Sujatha E.R.,SASTRA University |
Selvakumar R.,SASTRA University |
Rajasimman U.A.B.,Bharathidasan University |
Victor R.G.,Sairam Group of Institutions
Geomatics, Natural Hazards and Risk | Year: 2015
Morphometric analysis is a key to understand the hydrological process and hence is a prerequisite for the assessment of hydrological characteristics of surface water basin. Morphometric analysis to determine the drainage characteristics of Palar sub-watershed, a part of Shanmukha watershed in the Amaravati sub-catchment is done using Advanced Space-borne Thermal Emission and Reflection Global Digital Elevation Model (ASTER GDEM) data, and is supplemented with topographical maps in geographical information systems platform. This study uses ASTER GDEM data to extract morphometric features of a mountain stream at micro-watershed level. The sub-watershed is divided into six micro-watersheds. The sub-watershed includes a sixth-order stream.
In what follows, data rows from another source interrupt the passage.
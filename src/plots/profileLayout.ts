// Layout of a lateral dose profile chart: lateral position across, dose up, one path per method
// (each on its own lateral nodes), with ticks on both axes. Pure: numbers in, drawables out.
import { scaleLinear, type ScaleLinear } from 'd3-scale';
import { line } from 'd3-shape';
import { innerHeight, innerWidth, ticksOf, type PlotFrame, type Tick } from './depthAxis';

export interface ProfileSeries {
  id: string;
  label: string;
  color: string;
  dash: string;
  xCm: readonly number[];
  values: readonly number[];
}

export interface ProfileLayout {
  x: ScaleLinear<number, number>;
  y: ScaleLinear<number, number>;
  plot: { left: number; top: number; width: number; height: number };
  xTicks: Tick[];
  yTicks: Tick[];
  curves: { id: string; color: string; dash: string; d: string }[];
  empty: boolean;
}

export function profileLayout(input: {
  series: readonly ProfileSeries[];
  halfWidthCm: number;
  frame: PlotFrame;
}): ProfileLayout {
  const { frame } = input;
  const left = frame.margin.left;
  const top = frame.margin.top;
  const width = innerWidth(frame);
  const height = innerHeight(frame);
  const x = scaleLinear()
    .domain([-input.halfWidthCm, input.halfWidthCm])
    .range([left, left + width]);
  let hi = 0;
  for (const s of input.series) for (const v of s.values) if (Number.isFinite(v) && v > hi) hi = v;
  const y = scaleLinear()
    .domain([0, hi > 0 ? hi * 1.05 : 1])
    .range([top + height, top])
    .nice(6);
  const curves = input.series.map((s) => {
    const gen = line<number>()
      .defined(
        (i) => Number.isFinite(s.values[i]) && Math.abs(s.xCm[i] ?? Infinity) <= input.halfWidthCm,
      )
      .x((i) => x(s.xCm[i] ?? 0))
      .y((i) => y(s.values[i] ?? 0))
      .digits(1);
    return { id: s.id, color: s.color, dash: s.dash, d: gen(s.xCm.map((_, i) => i)) ?? '' };
  });
  return {
    x,
    y,
    plot: { left, top, width, height },
    xTicks: ticksOf(x, Math.max(3, Math.floor(width / 70))),
    yTicks: ticksOf(y, Math.max(3, Math.floor(height / 45))),
    curves,
    empty: !curves.some((c) => c.d.length > 0),
  };
}
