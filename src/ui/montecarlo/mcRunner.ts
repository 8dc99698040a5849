// Starts and cancels the page's Monte Carlo run on the worker pool and keeps the run store
// (src/state/monteCarloStore.ts) up to date: progress and the partial result after every batch,
// the final (or, after Cancel, the merged-so-far) result at the end. One run at a time.
import { create } from 'zustand';
import { startMonteCarlo, type McPoolOptions, type McRunHandle } from '../../compute/mcPool';
import { setMonteCarlo, useMonteCarloStore } from '../../state/monteCarloStore';
import type { LaminaCase } from '../../io/caseSchema';
import type { DoseQuantity } from '../../engine/dose/doseQuantity';
import { monteCarloCalibration, type McCalibration } from './mcCalibration';

/** The form of the panel (kept when switching views) and what the current run was started with. */
export interface McForm {
  historiesText: string;
  seedText: string;
  /** Settings of the run in the store (null before any run). */
  run: {
    histories: number;
    seed: number;
    doseTo: DoseQuantity;
    calibration: McCalibration;
    startedAtMs: number;
  } | null;
}

export const useMcForm = create<McForm>()(() => ({
  historiesText: '200000',
  seedText: '1',
  run: null,
}));

export function patchMcForm(patch: Partial<McForm>): void {
  useMcForm.setState(patch);
}

let current: { handle: McRunHandle; id: number } | null = null;
let runCounter = 0;

export interface StartRequest {
  caseData: LaminaCase;
  caseKey: string;
  histories: number;
  seed: number;
  /** The page's dose convention (scored as dose to medium, converted when water is chosen). */
  doseTo: DoseQuantity;
  waterSource?: string | undefined;
  /** The report's depth grid, so the MC curve lines up with the other methods. */
  depthGridCm: readonly number[];
  /** Worker count and factory (tests run the batches in-process); browser workers by default. */
  pool?: Pick<McPoolOptions, 'workers' | 'createWorker'>;
}

export function startRun(req: StartRequest): void {
  cancelRun();
  const id = ++runCounter;
  const calibration = monteCarloCalibration(req.caseData, req.waterSource);
  patchMcForm({
    run: {
      histories: req.histories,
      seed: req.seed,
      doseTo: req.doseTo,
      calibration,
      startedAtMs: Date.now(),
    },
  });
  setMonteCarlo({
    status: 'running',
    caseKey: req.caseKey,
    result: null,
    progress: null,
    error: null,
  });
  let handle: McRunHandle;
  try {
    handle = startMonteCarlo(
      req.caseData,
      {
        histories: req.histories,
        seed: req.seed,
        doseTo: req.doseTo,
        referenceDosePerMuCGy: calibration.referenceDosePerMuCGy,
        collimatorScatterFactor: calibration.collimatorScatterFactor,
        referenceDMaxCm: calibration.referenceDMaxCm,
      },
      (p) => {
        if (id !== runCounter) return;
        setMonteCarlo({ progress: p, result: p.partial ?? useMonteCarloStore.getState().result });
      },
      { ...req.pool, depthGridCm: req.depthGridCm },
    );
  } catch (e) {
    setMonteCarlo({ status: 'failed', error: messageOf(e) });
    return;
  }
  current = { handle, id };
  const latest = (): boolean => id === runCounter;
  handle.done.then(
    (result) => {
      if (!latest()) return;
      current = null;
      const cancelled = useMonteCarloStore.getState().status === 'cancelled';
      setMonteCarlo({ status: cancelled ? 'cancelled' : 'done', result });
    },
    (e: unknown) => {
      if (!latest()) return;
      current = null;
      // Cancelled before any estimate existed: stays "cancelled", with no result.
      if (useMonteCarloStore.getState().status === 'cancelled') return;
      setMonteCarlo({ status: 'failed', error: messageOf(e) });
    },
  );
}

/** Stop the running run (workers are ended at once); what was merged so far is kept. */
export function cancelRun(): void {
  if (!current) return;
  const { handle } = current;
  setMonteCarlo({ status: 'cancelled' });
  handle.cancel();
}

export function isRunActive(): boolean {
  return current !== null;
}

function messageOf(e: unknown): string {
  return e instanceof Error ? e.message : String(e);
}
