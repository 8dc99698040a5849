// Adding the page's Monte Carlo curve to a calculation report, so the depth-dose and CF views,
// their legends and the point table show it like any other method — only while the run belongs
// to the case being shown and lies on the report's depth grid.
import type { CalcReport } from '../../compute/calculateCase';
import type { MethodResult } from '../../engine/methodResult';

function sameGrid(a: readonly number[], b: readonly number[]): boolean {
  if (a.length !== b.length) return false;
  const tol = 1e-9;
  return a.every((v, i) => Math.abs(v - (b[i] as number)) <= tol);
}

/**
 * The report with `mc` appended (replacing any method of the same id; `note` added to its label),
 * or the report unchanged.
 */
export function withMonteCarloMethod<R extends CalcReport | null>(
  report: R,
  mc: MethodResult | null | undefined,
  runIsCurrent: boolean,
  note: string | null = null,
): R {
  if (!report || !mc || !runIsCurrent) return report;
  if (!sameGrid(mc.curve.depthCm, report.depthCm)) return report;
  const ids = new Set(report.points.map((p) => p.id));
  if (mc.points.some((p) => !ids.has(p.id))) return report;
  const shown = note ? { ...mc, label: `${mc.label} (${note})` } : mc;
  return { ...report, methods: [...report.methods.filter((m) => m.id !== mc.id), shown] };
}

/** Words added to the MC label in legends and tables while its result is not a finished run. */
export function partialRunNote(status: string): string | null {
  if (status === 'running') return 'running, partial';
  if (status === 'cancelled') return 'cancelled, partial';
  return null;
}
Lower stream orders, in particular first-order streams, dominate the sub-watershed. Development of stream segments is controlled by slope and local relief. Drainage pattern of the sub-watershed and micro-watersheds is dendritic in general. The mean bifurcation ratio of the sub-watershed is 3.69 but its variation between the various stream orders suggests structural control in the development of stream network. The shape factors reveal the elongation of the sub-watershed and micro-watersheds.The relief ratio reveals the high discharge capability of the sub-watershed and meagre groundwater potential. This study is a useful tool for planning strategies in control of soil erosion and soil conservation. © 2013, Taylor & Francis.